# TASK BRIEF
Copy out each line of the data that holds the string "minQuartetsPerChunk".

# DATA FOR THE TASK
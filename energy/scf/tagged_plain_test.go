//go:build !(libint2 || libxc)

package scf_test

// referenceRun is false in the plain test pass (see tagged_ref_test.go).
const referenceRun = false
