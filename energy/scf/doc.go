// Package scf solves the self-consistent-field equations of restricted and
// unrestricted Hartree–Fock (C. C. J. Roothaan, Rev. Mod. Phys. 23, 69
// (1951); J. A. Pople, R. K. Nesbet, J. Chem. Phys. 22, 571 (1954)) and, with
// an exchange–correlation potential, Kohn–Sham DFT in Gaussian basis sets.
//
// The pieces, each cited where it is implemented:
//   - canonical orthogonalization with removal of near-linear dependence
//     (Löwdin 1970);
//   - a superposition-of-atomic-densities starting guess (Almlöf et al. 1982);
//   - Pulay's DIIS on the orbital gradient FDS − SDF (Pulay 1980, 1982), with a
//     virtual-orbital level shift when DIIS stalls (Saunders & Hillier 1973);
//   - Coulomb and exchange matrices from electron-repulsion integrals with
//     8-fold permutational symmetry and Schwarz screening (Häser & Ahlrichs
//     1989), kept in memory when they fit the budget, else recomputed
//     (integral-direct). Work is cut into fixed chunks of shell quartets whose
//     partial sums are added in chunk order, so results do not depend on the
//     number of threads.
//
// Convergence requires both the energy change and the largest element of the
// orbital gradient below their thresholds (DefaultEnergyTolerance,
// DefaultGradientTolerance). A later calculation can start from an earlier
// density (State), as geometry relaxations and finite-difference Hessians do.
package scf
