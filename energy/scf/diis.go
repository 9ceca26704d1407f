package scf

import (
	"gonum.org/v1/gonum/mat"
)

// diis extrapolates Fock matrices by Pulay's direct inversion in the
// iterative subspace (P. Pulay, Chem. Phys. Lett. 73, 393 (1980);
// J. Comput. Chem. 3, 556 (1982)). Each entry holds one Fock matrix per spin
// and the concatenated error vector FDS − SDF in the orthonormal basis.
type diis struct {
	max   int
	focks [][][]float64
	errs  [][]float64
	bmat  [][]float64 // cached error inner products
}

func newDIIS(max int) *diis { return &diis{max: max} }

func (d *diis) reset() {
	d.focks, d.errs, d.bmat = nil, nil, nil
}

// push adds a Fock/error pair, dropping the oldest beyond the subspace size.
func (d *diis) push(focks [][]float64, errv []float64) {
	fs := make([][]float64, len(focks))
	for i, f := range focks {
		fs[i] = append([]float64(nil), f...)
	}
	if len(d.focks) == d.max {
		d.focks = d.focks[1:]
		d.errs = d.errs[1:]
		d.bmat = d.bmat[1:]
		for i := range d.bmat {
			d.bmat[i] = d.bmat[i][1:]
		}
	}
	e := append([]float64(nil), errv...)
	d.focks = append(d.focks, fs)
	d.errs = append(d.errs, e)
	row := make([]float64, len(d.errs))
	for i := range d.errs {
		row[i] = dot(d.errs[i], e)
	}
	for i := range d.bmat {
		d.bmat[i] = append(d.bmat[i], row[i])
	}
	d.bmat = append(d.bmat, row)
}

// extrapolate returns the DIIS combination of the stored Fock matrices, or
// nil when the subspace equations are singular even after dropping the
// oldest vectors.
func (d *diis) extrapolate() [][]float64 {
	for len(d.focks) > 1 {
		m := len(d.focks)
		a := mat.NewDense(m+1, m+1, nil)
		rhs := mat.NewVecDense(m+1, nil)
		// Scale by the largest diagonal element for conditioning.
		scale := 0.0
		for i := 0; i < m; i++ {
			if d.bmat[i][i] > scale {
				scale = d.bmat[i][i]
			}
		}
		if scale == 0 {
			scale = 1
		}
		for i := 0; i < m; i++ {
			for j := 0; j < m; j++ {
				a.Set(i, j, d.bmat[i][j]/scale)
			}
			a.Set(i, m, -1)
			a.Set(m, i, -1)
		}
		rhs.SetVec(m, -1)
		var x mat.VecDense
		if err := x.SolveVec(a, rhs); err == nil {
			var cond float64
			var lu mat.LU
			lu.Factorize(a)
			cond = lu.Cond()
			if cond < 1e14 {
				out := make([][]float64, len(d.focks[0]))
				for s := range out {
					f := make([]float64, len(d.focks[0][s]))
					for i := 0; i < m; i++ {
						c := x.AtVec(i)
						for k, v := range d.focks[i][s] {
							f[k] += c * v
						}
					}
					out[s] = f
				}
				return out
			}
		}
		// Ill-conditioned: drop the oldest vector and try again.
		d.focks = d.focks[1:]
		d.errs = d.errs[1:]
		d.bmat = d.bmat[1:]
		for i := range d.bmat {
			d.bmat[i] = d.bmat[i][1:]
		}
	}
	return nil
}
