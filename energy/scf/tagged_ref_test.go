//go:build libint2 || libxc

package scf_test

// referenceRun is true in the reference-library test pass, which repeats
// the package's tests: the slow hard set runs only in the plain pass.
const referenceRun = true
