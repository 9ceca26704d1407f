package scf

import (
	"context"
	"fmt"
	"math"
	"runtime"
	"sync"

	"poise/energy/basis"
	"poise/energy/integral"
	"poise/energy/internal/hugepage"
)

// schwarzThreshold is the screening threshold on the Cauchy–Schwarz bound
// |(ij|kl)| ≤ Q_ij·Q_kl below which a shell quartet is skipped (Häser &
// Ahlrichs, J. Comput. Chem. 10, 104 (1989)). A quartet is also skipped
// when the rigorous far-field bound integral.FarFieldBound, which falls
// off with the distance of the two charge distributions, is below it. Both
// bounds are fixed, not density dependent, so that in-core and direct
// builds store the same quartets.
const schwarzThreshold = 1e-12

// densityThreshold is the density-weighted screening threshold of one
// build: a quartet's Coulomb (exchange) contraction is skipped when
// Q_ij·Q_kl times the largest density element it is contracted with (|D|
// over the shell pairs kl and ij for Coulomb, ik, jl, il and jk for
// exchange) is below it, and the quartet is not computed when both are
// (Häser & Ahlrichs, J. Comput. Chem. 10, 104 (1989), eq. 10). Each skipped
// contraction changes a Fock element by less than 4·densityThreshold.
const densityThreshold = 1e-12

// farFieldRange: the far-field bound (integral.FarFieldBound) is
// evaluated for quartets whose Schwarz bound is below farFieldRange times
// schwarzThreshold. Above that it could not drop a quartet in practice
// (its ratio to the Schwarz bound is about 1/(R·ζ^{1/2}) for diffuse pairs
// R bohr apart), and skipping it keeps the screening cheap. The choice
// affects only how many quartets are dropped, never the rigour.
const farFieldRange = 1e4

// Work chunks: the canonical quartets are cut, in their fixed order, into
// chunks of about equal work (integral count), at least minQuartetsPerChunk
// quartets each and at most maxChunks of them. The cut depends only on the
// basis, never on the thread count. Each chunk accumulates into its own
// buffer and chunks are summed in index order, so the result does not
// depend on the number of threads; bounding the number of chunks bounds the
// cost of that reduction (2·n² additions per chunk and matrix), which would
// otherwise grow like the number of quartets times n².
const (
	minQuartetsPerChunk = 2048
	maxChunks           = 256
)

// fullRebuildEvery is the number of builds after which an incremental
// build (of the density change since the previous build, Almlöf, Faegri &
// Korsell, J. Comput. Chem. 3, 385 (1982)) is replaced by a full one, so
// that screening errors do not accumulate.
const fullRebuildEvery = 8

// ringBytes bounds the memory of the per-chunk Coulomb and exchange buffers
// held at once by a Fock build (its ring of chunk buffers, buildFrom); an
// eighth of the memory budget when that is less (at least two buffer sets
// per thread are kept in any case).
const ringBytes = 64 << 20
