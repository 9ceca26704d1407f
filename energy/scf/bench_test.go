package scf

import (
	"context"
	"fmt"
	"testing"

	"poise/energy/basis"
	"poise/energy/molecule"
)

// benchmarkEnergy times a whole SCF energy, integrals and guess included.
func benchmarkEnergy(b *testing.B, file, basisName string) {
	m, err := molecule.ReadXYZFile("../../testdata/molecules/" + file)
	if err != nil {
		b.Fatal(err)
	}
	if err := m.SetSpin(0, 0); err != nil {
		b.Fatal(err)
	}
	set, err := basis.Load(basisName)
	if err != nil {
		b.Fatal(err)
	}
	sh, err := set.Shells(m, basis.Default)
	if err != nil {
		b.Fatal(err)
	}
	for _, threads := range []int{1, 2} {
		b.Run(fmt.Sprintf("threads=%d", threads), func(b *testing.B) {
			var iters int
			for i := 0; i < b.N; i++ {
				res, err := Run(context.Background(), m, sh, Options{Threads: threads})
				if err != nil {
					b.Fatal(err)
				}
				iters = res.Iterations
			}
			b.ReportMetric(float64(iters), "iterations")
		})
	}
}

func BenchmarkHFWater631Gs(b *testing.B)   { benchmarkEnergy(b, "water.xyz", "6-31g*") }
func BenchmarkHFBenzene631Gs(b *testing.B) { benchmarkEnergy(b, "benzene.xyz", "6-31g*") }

# YOUR SOLUTION
// chunks of about equal work (integral count), at least minQuartetsPerChunk
	minQuartetsPerChunk = 2048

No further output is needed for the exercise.